Dumbing Down? Blame the Internet? I don’t think so. Part 2
As part of an ethnographic study on internet use, I watched an internet user with three screens open, each with a blackboard showing 12 sites, that’s 36 sites in total sitting open in front of him, plus RSS feeds and a list of other sites to visit at a glance. He was looking at a dozen technology sites, non tech sites related to his work, plus general news and hobby sites. There was no separation between work and leisure. Those very words “separation between work and leisure” have lost their meaning.
I saw someone who works in security skim a dozen sites including police sites, corporate security sites, public as well as private access sites. He grabbed information from his own security staff at various locations, plus local news, weather, traffic to understand in several minutes what security issues occurred during the past 12 hours in his neighbourhood and what to be on the alert for at the moment. He knew what was going on in his area. He made seemingly instantaneous decisions about where to assign staff and what to tell them to be aware of. He obviously knew his business.
I saw an immigration lawyer check a dozen government sites because regulations and judgments across different jurisdictions and departments effect her actions. And changes occur daily, sometimes hourly. With fingers moving like a virtuoso pianist, she looked at numerous sites from various countries as well because what is happening in the countries of her clients affects their actions and her advice. Up to date in minutes.
Is their comprehension more superficial? Are their conclusions less effective? Is their judgment less trustworthy? I believe the opposite. They not only absorb information more quickly, they make connections between info nodes more quickly and they include far more information links than ever before. Think of the information used to make conclusions or decisions as a string net with the information points or nodes being the intersection of strings. Because of the internet and how it is used, the information net is far wider than ever before and the decisions or conclusions contained in the net are based on more information than ever. We are seeing exponential change, not linear change.

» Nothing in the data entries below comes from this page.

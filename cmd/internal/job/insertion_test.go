package job

import (
	"bytes"
	"context"
	"encoding/json"
	"fmt"
	"io"
	"math/rand/v2"
	"os"
	"path/filepath"
	"strings"
	"testing"

	"github.com/stretchr/testify/require"

	"gatesill/report"
	"gatesill/store/record"
)

// sheetOf makes a sheet of sweeps in their order: "A+" is device A swept up, "A-" down,
// "A" a spot; "/" begins another session.
func sheetOf(sweeps string) *report.Sheet {
	s := &report.Sheet{Sessions: []record.Session{{ID: "s1", Name: "first"}, {ID: "s2", Name: "second"}}}
	at := map[string]int{}
	session := 0
	for k, w := range strings.Fields(sweeps) {
		if w == "/" {
			session++
			continue
		}
		name := strings.TrimRight(w, "+-")
		dir := record.Spot
		switch {
		case strings.HasSuffix(w, "+"):
			dir = record.Up
		case strings.HasSuffix(w, "-"):
			dir = record.Down
		}
		i, ok := at[name]
		if !ok {
			i = len(s.Devices)
			at[name] = i
			s.Devices = append(s.Devices, report.Device{Device: record.Device{ID: name, Name: name, Role: record.Sample}})
		}
		s.Devices[i].Sweeps = append(s.Devices[i].Sweeps, report.Sweep{Sweep: record.Sweep{
			ID: fmt.Sprintf("%03d", k), SessionID: s.Sessions[session].ID, Direction: dir, Position: k + 1,
		}})
	}
	return s
}

// insertionWords writes sittings as "A+- B+ / A+": one word an insertion.
func insertionWords(runs []sittingRun) string {
	var words []string
	for i, r := range runs {
		if i > 0 {
			words = append(words, "/")
		}
		for _, in := range r.insertions {
			w := in.device.Name
			for _, sw := range in.sweeps {
				w += map[record.Direction]string{record.Up: "+", record.Down: "-"}[sw.Direction]
			}
			words = append(words, w)
		}
	}
	return strings.Join(words, " ")
}

func TestInsertions(t *testing.T) {
	for sweeps, want := range map[string]string{
		"A+ A- B+ B-":            "A+- B+-",            // up and down are one
		"A+ B+ A- B-":            "A+ B+ A- B-",        // another device between them
		"A+ A- A+ A- B+ B-":      "A+- A+- B+-",        // a second pair is a second insertion
		"A+ A+ B+":               "A+ A+ B+",           // the same direction again
		"A A B A":                "A A B A",            // every spot
		"A+ B+ / A- B-":          "A+ B+ / A- B-",      // a session parts what would be a pair
		"A+ A- B+ / B+ A+ A- B-": "A+- B+ / B+ A+- B-", // and its order counts
	} {
		require.Equal(t, want, insertionWords(sittingsOf(sheetOf(sweeps))), sweeps)
	}
	// Times go before the order in which sweeps were added; one that has none, and they do not.
	s := sheetOf("A+ B+ A-")
	s.Devices[0].Sweeps[0].MeasuredAt = "2026-01-02T10:00:00.000Z"
	s.Devices[0].Sweeps[1].MeasuredAt = "2026-01-02T10:01:00.000Z"
	require.Equal(t, "A+ B+ A-", insertionWords(sittingsOf(s)))
	s.Devices[1].Sweeps[0].MeasuredAt = "2026-01-02T10:05:00.000Z"
	require.Equal(t, "A+- B+", insertionWords(sittingsOf(s)))
	// Sweeps that do not count are none.
	s.Devices[0].Sweeps[0].Excluded = true
	require.Equal(t, "A- B+", insertionWords(sittingsOf(s)))
	// Another circuit is another sitting, and so is one that is much warmer.
	s = sheetOf("A B A B")
	s.Devices[0].Sweeps[1].Condition.Circuit = record.Diode
	require.Equal(t, "A B B / A", insertionWords(sittingsOf(s)))
	kept, left := mostly(sittingsOf(s))
	require.Equal(t, "A B B", insertionWords(kept))
	require.Equal(t, 1, left)
	s = sheetOf("A B A B")
	for i, temp := range []float64{22, 23, 70, 70} {
		s.Devices[i%2].Sweeps[i/2].Condition.Temp = record.Known(temp)
	}
	require.Equal(t, "A B / A B", insertionWords(sittingsOf(s)))
	require.Equal(t, []string{"first, circuit not given, 22 °C", "first, circuit not given, 70 °C"}, []string{sittingsOf(s)[0].name, sittingsOf(s)[1].name})
}

// A study makes the bench known for other lots of the part on it, and for no others.
func TestRepeatabilityElsewhere(t *testing.T) {
	ctx, dir := context.Background(), t.TempDir()
	var out bytes.Buffer
	env := &Env{Store: filepath.Join(dir, "s.db"), Out: &out, Err: io.Discard, Quiet: true, Version: "test"}
	bench := func(name string) string {
		file := filepath.Join(dir, name+".toml")
		require.NoError(t, os.WriteFile(file, []byte("name = \""+name+"\"\n[[meter]]\nrole = \"gate\"\nname = \"M\"\n"), 0o644))
		return file
	}
	rng := rand.New(rand.NewPCG(20261201, 1))
	add := func(lot, part, benchFile string, rounds int) {
		var rows strings.Builder
		rows.WriteString("device,vgs_at_10mA_V\n")
		base := make([]float64, 8)
		for i := range base {
			base[i] = 3 + 0.05*rng.NormFloat64()
		}
		for range rounds {
			for _, i := range rng.Perm(len(base)) {
				fmt.Fprintf(&rows, "D%d,%.4f\n", i, base[i]+2e-3*rng.NormFloat64())
			}
		}
		file := filepath.Join(dir, lot+".csv")
		require.NoError(t, os.WriteFile(file, []byte(rows.String()), 0o644))
		require.NoError(t, LotAdd(ctx, env, lot, LotEdit{Part: &part}))
		require.NoError(t, Import(ctx, env, ImportRequest{Lot: lot, Files: []string{file}, Bench: benchFile}))
	}
	attic, cellar := bench("attic"), bench("cellar")
	add("study", "X1", attic, 3)
	add("same", "X1", attic, 1)
	add("otherbench", "X1", cellar, 1)
	add("otherpart", "X2", attic, 1)
	add("nobench", "X1", "", 1)
	u := func(lot string) (least float64, repeatability int) {
		s, err := env.Sheet(ctx, lot, SheetOptions{Method: "auto"})
		require.NoError(t, err)
		least = 1
		for _, d := range s.Devices {
			least = min(least, d.Result.Vgsth.U)
		}
		return least, len(s.Repeatability)
	}
	own, n := u("study")
	require.Equal(t, 1, n)
	elsewhere, n := u("same")
	require.Equal(t, 1, n)
	require.InDelta(t, 2e-3, elsewhere, 0.8e-3) // 16 degrees of freedom
	require.InDelta(t, elsewhere/1.7320508, own, 1e-9, "the study's devices were put in three times")
	for _, lot := range []string{"otherbench", "otherpart", "nobench"} {
		least, n := u(lot)
		require.Zero(t, n, lot)
		require.Less(t, least, 1e-4, lot)
	}
	s, err := env.Sheet(ctx, "same", SheetOptions{Method: "auto"})
	require.NoError(t, err)
	require.Equal(t, "8 devices x 3 of lot study", s.Repeatability["vgsth_V"].Basis)

	// The same order every time it is asked for, another for another lot.
	env.JSON = true
	order := func(lot string) (rounds [][]string) {
		out.Reset()
		require.NoError(t, Gauge(ctx, env, lot, SheetOptions{}, GaugeRequest{Rounds: 3, Parts: 5}))
		var doc struct {
			Rounds [][]string `json:"rounds"`
		}
		require.NoError(t, json.Unmarshal(out.Bytes(), &doc))
		return doc.Rounds
	}
	require.Equal(t, order("study"), order("study"))
	require.NotEqual(t, order("study"), order("same"))
	rounds := order("study")
	require.Len(t, rounds, 3)
	for _, r := range rounds {
		require.ElementsMatch(t, rounds[0], r)
		require.Len(t, r, 5)
	}
	require.NotEqual(t, rounds[0], rounds[1])
}
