package job

import (
	"fmt"
	"math"
	"slices"
	"strings"

	"gatesill/fit"
	"gatesill/report"
	"gatesill/store/record"
)

// difference is one condition in which two lots are unlike.
type difference struct {
	what      string // "circuit"
	ref, cand string // in words
	hint      string // what to do about it
}

type differences []difference

// failure refuses lots that were not measured alike, with what differs.
func (ds differences) failure(ref, cand *report.Sheet) error {
	var words []string
	for _, d := range ds {
		words = append(words, fmt.Sprintf("%s %s against %s", d.what, d.ref, d.cand))
	}
	return failed(ds[0].hint, "lots %q and %q were not measured alike: %s; a shift would be the bench's as well", ref.Lot.Name, cand.Lot.Name, strings.Join(words, "; "))
}

// otherDrain is the share by which drain voltages may differ. With a drain current
// that rises by 1 to 2 % per volt it is some 2 mV of gate voltage at 10 V
// (judgement).
const otherDrain = 0.05

// otherTemp is the difference of temperature that is worth a word: 1 to 4 mV at the
// slopes of [fit.UsualSlope].
const otherTemp = 0.5 // K

// unlikeLots says in what two lots were not measured alike so that their gate
// voltages may not be compared: circuit, drain voltage, dc or pulsed, currents of
// spots, temperature. The definition of the threshold is the same by construction,
// gate voltage at one current, read from both lots by the same fit. Warnings tell
// what is not known, and other meter ranges: their offsets and gains differ within
// the accuracy statements, which the common error of the lots holds.
func unlikeLots(ref, cand *report.Sheet, by fit.Key, corrected bool) (out differences, warnings []fit.Warning) {
	r, c := seenOf(ref, by), seenOf(cand, by)
	warn := func(code, format string, args ...any) {
		warnings = append(warnings, fit.Warning{Code: code, Text: fmt.Sprintf(format, args...)})
	}
	for _, s := range []*report.Sheet{ref, cand} {
		if w, ok := unlike(s); ok {
			warn(w.Code, "lot %s: %s", s.Lot.Name, w.Text)
		}
	}
	again := "gatesill sweep measures one of them again as the other was"
	switch {
	case !slices.Equal(r.circuits, c.circuits):
		hint := again
		for _, s := range []struct {
			sheet *report.Sheet
			seen  seen
		}{{ref, r}, {cand, c}} {
			if slices.Equal(s.seen.circuits, []string{""}) {
				hint = "gatesill import " + Quote(s.sheet.Lot.Name) + " FILE --circuit load|diode|fixed --again says how it was measured"
			}
		}
		out = append(out, difference{"circuit", circuitList(r.circuits), circuitList(c.circuits), hint})
	case slices.Equal(r.circuits, []string{""}):
		warn(fit.CodeNoCircuit, "the circuit is given for neither lot: that both were measured in the same one is taken for granted")
	}
	for _, circuit := range r.circuits {
		a, b := r.drain[circuit], c.drain[circuit]
		if slices.Contains(c.circuits, circuit) && math.Abs(a-b) > otherDrain*max(a, b) {
			out = append(out, difference{"V_DS", report.FormatTwoDigits(a, "V"), report.FormatTwoDigits(b, "V"), again})
		} else if slices.Contains(c.circuits, circuit) && math.IsNaN(a) != math.IsNaN(b) {
			word := func(x float64) string {
				if math.IsNaN(x) {
					return "not given"
				}
				return report.FormatTwoDigits(x, "V")
			}
			out = append(out, difference{"V_DS", word(a), word(b), "gatesill import LOT FILE --vds or --vdd with --rl, --again gives what is missing"})
		}
	}
	switch both := len(r.kinds) > 0 && len(c.kinds) > 0; {
	case both && !slices.Equal(r.kinds, c.kinds):
		out = append(out, difference{"current", strings.Join(r.kinds, " and "), strings.Join(c.kinds, " and "), again})
	case !both && slices.Contains(append(r.kinds, c.kinds...), "pulsed"):
		warn(fit.CodeUnlikeConditions, "one lot was measured pulsed, and of the other that is not known: a device warms up under a steady current")
	}
	if len(r.spots) > 0 && len(c.spots) > 0 && !slices.ContainsFunc(r.spots, func(x float64) bool { return len(withCurrent(c.spots, x)) == len(c.spots) }) {
		out = append(out, difference{"spot current", currentList(r.spots), currentList(c.spots), again})
	}
	switch d := c.temp - r.temp; {
	case math.IsNaN(r.temp) != math.IsNaN(c.temp):
		name := ref.Lot.Name
		if math.IsNaN(c.temp) {
			name = cand.Lot.Name
		}
		warn(fit.CodeUnlikeConditions, "the temperature of lot %s is not known, so that what it shifts is not known either", name)
	case math.Abs(d) > warmer && !corrected:
		out = append(out, difference{"temperature", degrees(r.temp), degrees(c.temp), "--tempco -4mV/K takes a slope that you know off the shift"})
	case math.Abs(d) > otherTemp && !corrected:
		warn(fit.CodeUnlikeConditions, "lot %s was %.2g K %s: at some %s that alone shifts it by %.1g to %.2g mV; --tempco takes it off",
			cand.Lot.Name, math.Abs(d), map[bool]string{true: "warmer", false: "colder"}[d > 0], fit.UsualSlope, 1e3*fit.UsualSlopeLow*math.Abs(d), 1e3*fit.UsualSlopeHigh*math.Abs(d))
	}
	if r.tempOf != "" && c.tempOf != "" && r.tempOf != c.tempOf {
		warn(fit.CodeUnlikeConditions, "the temperature is that of the %s in lot %s and of the %s in lot %s", r.tempOf, ref.Lot.Name, c.tempOf, cand.Lot.Name)
	}
	if r.gateTop > 0 && c.gateTop > 0 && r.gateTop != c.gateTop {
		warn(fit.CodeRangeEdge, "the gate voltage was read on the range to %s in lot %s and to %s in lot %s: their gains and offsets may differ within the accuracy statement",
			report.FormatGiven(r.gateTop, "V"), ref.Lot.Name, report.FormatGiven(c.gateTop, "V"), cand.Lot.Name)
	}
	return out, warnings
}

// seen is what the sweeps of a lot that count were taken under.
type seen struct {
	circuits []string           // each once, sorted; "" not given
	drain    map[string]float64 // V, median magnitude of V_DS at the current compared at, by circuit; NaN: not given, or not held
	kinds    []string           // "dc", "pulsed"; those not known left out
	spots    []float64          // A; nil: curves
	temp     float64            // °C; NaN: not known
	tempOf   string             // "" not known, or several
	gateTop  float64            // V, range of the gate meter behind most readings; 0: not known
}

func seenOf(s *report.Sheet, by fit.Key) seen {
	out := seen{drain: map[string]float64{}, temp: lotTemperature(s)}
	out.spots, _ = spotCurrents(s)
	at := s.TestCurrent
	if by == fit.KeyVgsIdle {
		at = s.IdleCurrent
	}
	drain, tops := map[string][]float64{}, map[float64]int{}
	var of []string
	counted(s, func(sw *report.Sweep) {
		c := &sw.Condition
		circuit := string(c.Circuit)
		out.circuits = append(out.circuits, circuit)
		if c.Pulsed != "" {
			out.kinds = append(out.kinds, c.Pulsed)
		}
		if c.TempOf != "" {
			of = append(of, c.TempOf)
		}
		if v := drainAt(sw, at); !math.IsNaN(v) {
			drain[circuit] = append(drain[circuit], v)
		}
		read := sw.Result.ReadTest
		if by == fit.KeyVgsIdle {
			read = sw.Result.ReadIdle
		}
		if t := read.Gate.Top; t > 0 && !math.IsInf(t, 0) {
			tops[t]++
		}
	})
	out.circuits, out.kinds, of = each(out.circuits), each(out.kinds), each(of)
	if len(of) == 1 {
		out.tempOf = of[0]
	}
	for _, c := range out.circuits {
		out.drain[c] = median(drain[c])
	}
	for t, n := range tops {
		if best := tops[out.gateTop]; n > best || n == best && t < out.gateTop {
			out.gateTop = t
		}
	}
	return out
}

// drainAt is the magnitude of V_DS at a current as far as the conditions tell: the
// voltage held, given or read, or what R_L leaves of V_DD. NaN where they do not, and with the
// drain tied to the gate.
func drainAt(sw *report.Sweep, current float64) float64 {
	c := &sw.Condition
	read := func(given record.Num, q record.Quantity) float64 {
		if x, ok := given.Get(); ok {
			return math.Abs(x)
		}
		return math.Abs(median(slices.DeleteFunc(slices.Clone(sw.Values(q)), math.IsNaN)))
	}
	switch c.Circuit {
	case record.Fixed:
		return read(c.VDS, record.VD)
	case record.Load:
		return read(c.VDD, record.VDD) - current*c.RL.Float()
	}
	return math.NaN()
}

// each lists what occurs, once and sorted.
func each(words []string) []string {
	slices.Sort(words)
	return slices.Compact(words)
}

func circuitList(circuits []string) string {
	words := make([]string, len(circuits))
	for i, c := range circuits {
		words[i] = first(c, "not given")
	}
	return strings.Join(words, " and ")
}

func currentList(list []float64) string {
	words := make([]string, len(list))
	for i, x := range list {
		words[i] = report.FormatGiven(x, "A")
	}
	return strings.Join(words, " and ")
}

func degrees(t float64) string {
	if math.IsNaN(t) {
		return "not known"
	}
	return report.FormatGiven(math.Round(t*10)/10, "°C")
}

Think synapses in the brain. Brain plasticity in simple terms means the more you use it, the more it grows. Learn to play the piano and your brain changes; more connections - more grey matter. http://www.sharpbrains.com/blog/2008/02/26/brain-plasticity-how-learning-changes-your-brain/
We are not seeing a loss in cognitive function, analytical skills or plain good sense. We are seeing an explosion in intellectual ability; brain power maxed to the nth. It just looks different.